Hey folks, as I read through these posts and threads, I see tons of great advice and information. HOWEVER! One thing that I have noticed being omitted from most lists, is *rope.* I see Para-cord but rarely see anyone suggesting a good rope. In addition to para-cord, a good climbing rope is IMO, essential. A rope like this is a good example. http://www.rei.com/product/793079/bluewater-assaultline-static-rope-716-x-120

A 7/16" rope should be a minimum diameter, I think 1/2" is preferable. I personally have a 5/8 rope, at 150' long. It is a heavy rope but not really for the BOB.

Having a good rope is useless if you can't tie a knot!! Here is a link to a good site that shows how to tie every knot you could ever need.

http://www.animatedknots.com/index.php?LogoImage=LogoGrog.jpg&Website=www.animatedknots.com

I think a good handful of basic knots is most important. My list of knots to be completely competent with is as follows. If anyone has a knot they like better or is a favorite, post it up!!

1- Bowline, The Bowline makes a reasonably secure loop in the end of a piece of rope. It has many uses, e.g., to fasten a mooring line to a ring or a post. Under load, it does not slip or bind. With no load it can be untied easily.

2- Zepplin Bend, The Zeppelin Bend is one of the bends employing interlocking overhand knots. It is a reliable bend that can be untied even after being heavily loaded but not, however, while still under load. It is an excellent alternative to the more widely used Double Fisherman's because it eliminates the risk of jamming.

3- Carrick Bend, The Carrick Bend joins two ropes together. Ashley describes it as "the bend commonly tied in hawsers and cables." It is also makes the center of the very decorative Lanyard Knot.

4- Prusik Knot, Its principal use is allowing a rope to be climbed.

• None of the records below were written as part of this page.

// Goodness of fit of the default (offset) model: the curvature test and the κ range warning.
// Curves from a generator written here (std::mt19937_64, std::normal_distribution), as in
// coverage_test.cpp.
#include <gtest/gtest.h>

#include <algorithm>
#include <cmath>
#include <limits>
#include <random>
#include <string>

#include "tipgap/fit/fit.hpp"

using namespace tipgap;

namespace {

constexpr double nm = 1e-9, pA = 1e-12;

// I = 1 nA exp(-2κz - q z²) + 2 pA white noise, 101 points over 0.5 nm.
curve_sweep curve(double kappa_per_nm, double q_per_nm2, std::uint64_t seed) {
    std::mt19937_64 rng(seed);
    std::normal_distribution<double> normal(0.0, 1.0);
    curve_sweep s;
    s.direction = sweep_direction::retract;
    for (int k = 0; k <= 100; ++k) {
        const double z = 0.5 * nm * k / 100.0, zn = z / nm;
        s.z_m.push_back(z);
        s.current_A.push_back(1e3 * pA * std::exp(-2.0 * kappa_per_nm * zn - q_per_nm2 * zn * zn) + 2.0 * pA * normal(rng));
    }
    return s;
}

bool warns(const fit_result& r, const std::string& part) {
    return std::any_of(r.warnings.begin(), r.warnings.end(), [&](const std::string& w) { return w.find(part) != std::string::npos; });
}

const double no_bias = std::numeric_limits<double>::quiet_NaN();

}  // namespace

// A barrier that changes over the gap: the local κ = 10.9 − 6 z/nm falls to ~9.1 /nm at 0.3 nm
// (q = −6 /nm², where the signal meets the noise): p far below 1e-3, and the warning points to the profile.
// Straight curves: at the 1e-3 level, 200 of them give ~0.2 false warnings; at most 2 allowed
// (binomial tail P(X >= 3) = 1e-3).
TEST(goodness, curvature_test_warns_on_curved_curves_only) {
    const fit_result curved = fit_sweep(curve(10.9, -6.0, 1), no_bias, fit_options{});
    EXPECT_LT(curved.curvature_p_value, 1e-6);
    EXPECT_TRUE(warns(curved, "not a straight line")) << curved.warnings.size();
    EXPECT_TRUE(warns(curved, "phi_ap(z) profile"));
    int false_warnings = 0;
    for (std::uint64_t seed = 100; seed < 300; ++seed)
        false_warnings += warns(fit_sweep(curve(10.9, 0.0, seed), no_bias, fit_options{}), "not a straight line");
    EXPECT_LE(false_warnings, 2);
}

TEST(goodness, decay_constant_outside_two_to_twenty_per_nm_warns) {
    EXPECT_TRUE(warns(fit_sweep(curve(25.0, 0.0, 7), no_bias, fit_options{}), "outside the usual 2-20 /nm"));
    EXPECT_FALSE(warns(fit_sweep(curve(10.9, 0.0, 7), no_bias, fit_options{}), "outside the usual 2-20 /nm"));
}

5- Two Half Hitches, A Round Turn and Two (or more) Half Hitches is useful for attaching a mooring line to a dock post or ring although probably less secure than the Anchor Hitch (below). As the name suggests, the Round Turn and Two Half Hitches is composed of two important parts:

There are plenty of different knots to do the same job. Pick a knot or two and work on them until you can tie them in the dark. Good Luck!!


----------



## goshengirl (Dec 18, 2010)

EXCELLENT points - thank you! This is something I need to work on, both supplying the rope and learning the knots.


----------



## pandamonium (Feb 6, 2011)

I forgot to add this, if you have ever coiled a rope and then when you tried to UN-coil it it got all tangled up, try this. Some call it "daisy chain"or "chain sinnet", whatever you call it, once you pull the last loop free the rope pays out and cannot tangle. I daisy chained my 5/8" 150' rope and when it was done was 40' long.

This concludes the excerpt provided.